• _Available data_
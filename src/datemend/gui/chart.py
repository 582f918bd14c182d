"""The date spread: a small bar chart of a column's read dates, drawn with QPainter.

Bars count read dates by year (or by month when the dates span three years or less). Dates far
from the rest are set apart at the ends with a hatch, a "!" and another colour, so a placeholder
such as 1900-01-01 or a far-future sentinel such as 9999-12-31 is seen at once. "Far" means
outside Tukey's far-out fences on the year (quartiles ± 3 × IQR; Tukey, Exploratory Data
Analysis, 1977), or a year before 1901 or after 2099 (common practice, no source).
Clicking a bar (or Enter on the selected bar) asks the table to show only those rows.

Signals:
    bar_chosen(object, object): the chosen bar's bounds as numpy datetime64 (lo included,
        hi excluded).
    cleared(): the choice was taken back (Escape, or a click beside the bars).
"""

from __future__ import annotations

from dataclasses import dataclass

import numpy as np
from PySide6.QtCore import QPoint, QRectF, QSize, Qt, Signal
from PySide6.QtGui import QBrush, QColor, QKeyEvent, QMouseEvent, QPainter, QPaintEvent, QPen
from PySide6.QtWidgets import QSizePolicy, QToolTip, QWidget

from .look import INK, OKABE_ITO

__all__ = ["Bar", "DateSpread", "bars_for"]

_MAIN = QColor(OKABE_ITO["blue"])
_APART = QColor(OKABE_ITO["vermillion"])
_PLAIN_YEARS = (1901, 2099)
_STEPS = (1, 2, 5, 10, 20, 50, 100, 200, 500, 1000, 10000)


@dataclass(frozen=True)
class Bar:
    """One bar: its bounds, how many dates fall in it, a label, and whether it is set apart."""

    lo: np.datetime64
    hi: np.datetime64
    count: int
    label: str
    apart: bool = False


def _year_start(y: int) -> np.datetime64:
    return np.datetime64(f"{y:04d}-01-01", "us")


def bars_for(values: np.ndarray, max_bars: int = 120) -> list[Bar]:
    """Bars for the read dates in ``values`` (datetime64; NaT ignored), in date order."""
    v = values[~np.isnat(values)].astype("datetime64[us]", copy=False)
    if len(v) == 0:
        return []
    years = _years_of(v)
    q1, q3 = _quartiles(years)
    iqr = max(q3 - q1, 1.0)
    lo_fence = max(q1 - 3 * iqr, _PLAIN_YEARS[0])
    hi_fence = min(q3 + 3 * iqr, _PLAIN_YEARS[1])
    apart = (years < lo_fence) | (years > hi_fence)
    main = years[~apart]
    bars: list[Bar] = []
    below = [b for b in _apart_bars(v[apart & (years < lo_fence)])]
    above = [b for b in _apart_bars(v[apart & (years > hi_fence)])]
    if len(main):
        y0, y1 = int(main.min()), int(main.max())
        if y1 - y0 <= 2:
            months = v[~apart].astype("datetime64[M]")
            m0, m1 = months.min(), months.max()
            edges = np.arange(m0, m1 + np.timedelta64(2, "M"), dtype="datetime64[M]")
            counts = np.bincount((months - m0).astype(np.int64), minlength=len(edges) - 1)
            for i in range(len(edges) - 1):
                bars.append(
                    Bar(
                        edges[i].astype("datetime64[us]"),
                        edges[i + 1].astype("datetime64[us]"),
                        int(counts[i]),
                        str(edges[i]),
                    )
                )
        else:
            step = next(s for s in _STEPS if (y1 - y0) // s + 1 <= max_bars)
            start = y0 - (y0 % step)
            counts = np.bincount((main - start) // step)
            for i, c in enumerate(counts):
                a = start + i * step
                label = str(a) if step == 1 else f"{a}–{a + step - 1}"
                bars.append(Bar(_year_start(a), _year_start(a + step), int(c), label))
    return below + bars + above


_TABLE_DAYS = 200_000  # ~550 years: a day → year table this long is built in a few ms


def _years_of(v: np.ndarray) -> np.ndarray:
    """Calendar year of each datetime64[us] value. numpy's own conversion to years costs ~55 ms
    a million; over a span of a few centuries a day → year table and one take do it in ~10."""
    days = v.astype("datetime64[D]").view(np.int64)
    d0, d1 = int(days.min()), int(days.max())
    if d1 - d0 > _TABLE_DAYS:
        return v.astype("datetime64[Y]").astype(np.int64) + 1970
    span = np.arange(d0, d1 + 1, dtype=np.int64).astype("datetime64[D]")
    table = span.astype("datetime64[Y]").astype(np.int64) + 1970
    return table[days - d0]


def _quartiles(years: np.ndarray) -> tuple[float, float]:
    """The 25th and 75th percentiles, as np.percentile's default (linear) gives them, from a
    count per year instead of a sort of every value."""
    y0 = int(years.min())
    cum = np.cumsum(np.bincount(years - y0))
    n = int(cum[-1])

    def at(k: int) -> int:  # the k-th smallest year (0-based)
        return y0 + int(np.searchsorted(cum, k, side="right"))

    out = []
    for q in (0.25, 0.75):
        pos = (n - 1) * q
        lo = int(np.floor(pos))
        a, b = at(lo), at(min(lo + 1, n - 1))
        out.append(a + (pos - lo) * (b - a))
    return out[0], out[1]


def _apart_bars(v: np.ndarray) -> list[Bar]:
    """One set-apart bar per distinct year (labelled by the day when all share one day)."""
    out = []
    if len(v) == 0:
        return out
    years = v.astype("datetime64[Y]").astype(np.int64) + 1970
    for y in np.unique(years):
        inyear = v[years == y]
        days = np.unique(inyear.astype("datetime64[D]"))
        if len(days) == 1:
            lo = days[0].astype("datetime64[us]")
            hi = (days[0] + np.timedelta64(1, "D")).astype("datetime64[us]")
            label = str(days[0])
        else:
            lo, hi, label = _year_start(int(y)), _year_start(int(y) + 1), str(int(y))
        if int(y) >= 9999:
            hi = np.datetime64("9999-12-31T23:59:59.999999", "us")
        out.append(Bar(lo, hi, len(inyear), label, apart=True))
    return out


def _round(label: str) -> bool:
    """A label worth a tick: a year ending in 0 or 5, a decade range, or a January."""
    head = label.split("–")[0]
    if len(head) == 7:  # YYYY-MM
        return head.endswith("-01")
    return head.isdigit() and int(head) % 5 == 0


class DateSpread(QWidget):
    """The chart; see the module docstring for what it shows and the signals it emits."""

    bar_chosen = Signal(object, object)
    cleared = Signal()

    def __init__(self, parent: QWidget | None = None) -> None:
        super().__init__(parent)
        self.setObjectName("dateSpread")
        self.setAccessibleName("Date spread")
        self.setFocusPolicy(Qt.FocusPolicy.StrongFocus)
        self.setMouseTracking(True)
        self.setMinimumHeight(120)
        self.setSizePolicy(QSizePolicy.Policy.Expanding, QSizePolicy.Policy.Preferred)
        self.bars: list[Bar] = []
        self.chosen: int | None = None
        self._rects: list[QRectF] = []

    def sizeHint(self) -> QSize:
        return QSize(420, 150)

    def set_values(self, values: np.ndarray | None) -> None:
        self.bars = [] if values is None else bars_for(values)
        self.chosen = None
        self.update()

    def choose(self, i: int | None) -> None:
        """Select bar ``i`` (None: no bar) and say so through the signals."""
        self.chosen = i
        self.update()
        if i is None:
            self.cleared.emit()
        else:
            b = self.bars[i]
            self.bar_chosen.emit(b.lo, b.hi)

    # -- drawing ---------------------------------------------------------------------------
    def _layout(self) -> list[QRectF]:
        w, h = self.width(), self.height()
        left, right, top, bottom = 34.0, 8.0, 18.0, 30.0
        n = len(self.bars)
        if n == 0:
            return []
        gaps = sum(1 for i in range(1, n) if self.bars[i].apart != self.bars[i - 1].apart)
        slot = (w - left - right) / (n + gaps * 1.5)
        peak = max(b.count for b in self.bars) or 1
        rects = []
        x = left
        for i, b in enumerate(self.bars):
            if i and b.apart != self.bars[i - 1].apart:
                x += slot * 1.5
            bh = (h - top - bottom) * (b.count / peak)
            if b.count:
                bh = max(bh, 2.0)
            rects.append(QRectF(x + slot * 0.1, h - bottom - bh, max(slot * 0.8, 1.0), bh))
            x += slot
        return rects

    def paintEvent(self, event: QPaintEvent) -> None:
        p = QPainter(self)
        p.setRenderHint(QPainter.RenderHint.Antialiasing, False)
        p.fillRect(self.rect(), self.palette().base())
        ink = QColor(INK)
        p.setPen(ink)
        if not self.bars:
            p.drawText(self.rect(), Qt.AlignmentFlag.AlignCenter, "No dates read yet.")
            p.end()
            return
        self._rects = rects = self._layout()
        h = self.height()
        peak = max(b.count for b in self.bars)
        p.drawText(QRectF(0, 2, 32, 14), Qt.AlignmentFlag.AlignRight, str(peak))
        p.drawLine(33, 18, 33, h - 30)
        p.drawLine(33, h - 30, self.width() - 8, h - 30)
        for i, (b, r) in enumerate(zip(self.bars, rects)):
            colour = _APART if b.apart else _MAIN
            p.fillRect(r, colour)
            if b.apart:
                p.fillRect(r, QBrush(QColor("white"), Qt.BrushStyle.BDiagPattern))
                p.setPen(_APART)
                p.drawText(
                    QRectF(r.center().x() - 8, r.top() - 15, 16, 14),
                    Qt.AlignmentFlag.AlignCenter,
                    "!",
                )
            if i == self.chosen:
                p.setPen(QPen(QColor(OKABE_ITO["black"]), 2))
                p.drawRect(r.adjusted(-2, -2, 2, 2))
            p.setPen(ink)
        self._draw_labels(p, rects)
        if self.hasFocus():
            p.setPen(QPen(ink, 1, Qt.PenStyle.DotLine))
            p.drawRect(self.rect().adjusted(0, 0, -1, -1))
        p.end()

    def _draw_labels(self, p: QPainter, rects: list[QRectF]) -> None:
        h = self.height()
        fm = p.fontMetrics()
        # Labels by priority (set-apart bars, the ends, round years), kept where they fit.
        main = [i for i, b in enumerate(self.bars) if not b.apart]
        picks = [i for i, b in enumerate(self.bars) if b.apart]
        if main:
            picks += [main[0], main[-1]]
        picks += [i for i in main if _round(self.bars[i].label)]
        taken: list[tuple[float, float]] = []
        for i in dict.fromkeys(picks):
            b, r = self.bars[i], rects[i]
            tw = fm.horizontalAdvance(b.label)
            x = min(max(r.center().x() - tw / 2, 0), self.width() - tw - 2)
            if any(x < right + 6 and x + tw + 6 > left for left, right in taken):
                continue
            taken.append((x, x + tw))
            p.setPen(_APART if b.apart else QColor(INK))
            p.drawText(QPoint(int(x), int(h - 14)), b.label)
        p.setPen(QColor(INK))
        if any(b.apart for b in self.bars):
            p.drawText(QPoint(36, h - 2), "! hatched: set apart — placeholders and far-off dates")

    # -- input -----------------------------------------------------------------------------
    def _bar_at(self, x: float) -> int | None:
        for i, r in enumerate(self._rects or self._layout()):
            if r.left() - 1 <= x <= r.right() + 1:
                return i
        return None

    def mousePressEvent(self, event: QMouseEvent) -> None:
        i = self._bar_at(event.position().x())
        self.setFocus()
        self.choose(i)

    def mouseMoveEvent(self, event: QMouseEvent) -> None:
        i = self._bar_at(event.position().x())
        if i is None:
            QToolTip.hideText()
            return
        b = self.bars[i]
        kind = " (set apart)" if b.apart else ""
        QToolTip.showText(
            event.globalPosition().toPoint(), f"{b.label}: {b.count} dates{kind}", self
        )

    def keyPressEvent(self, event: QKeyEvent) -> None:
        key = event.key()
        n = len(self.bars)
        if n and key in (Qt.Key.Key_Left, Qt.Key.Key_Right):
            cur = self.chosen if self.chosen is not None else (-1 if key == Qt.Key.Key_Right else n)
            self.choose(max(0, min(n - 1, cur + (1 if key == Qt.Key.Key_Right else -1))))
            return
        if key == Qt.Key.Key_Escape and self.chosen is not None:
            self.choose(None)
            return
        super().keyPressEvent(event)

• _Instructions to follow_
In the listing above, find the line with "p.drawRect(self.rect().adjusted(0, 0, -1, -1))" and the line with "picks += [main[0], main[-1]]"; output exactly those lines and all lines between them.

• _Response to the exercise_
            p.drawRect(self.rect().adjusted(0, 0, -1, -1))
        p.end()

    def _draw_labels(self, p: QPainter, rects: list[QRectF]) -> None:
        h = self.height()
        fm = p.fontMetrics()
        # Labels by priority (set-apart bars, the ends, round years), kept where they fit.
        main = [i for i, b in enumerate(self.bars) if not b.apart]
        picks = [i for i, b in enumerate(self.bars) if b.apart]
        if main:
            picks += [main[0], main[-1]]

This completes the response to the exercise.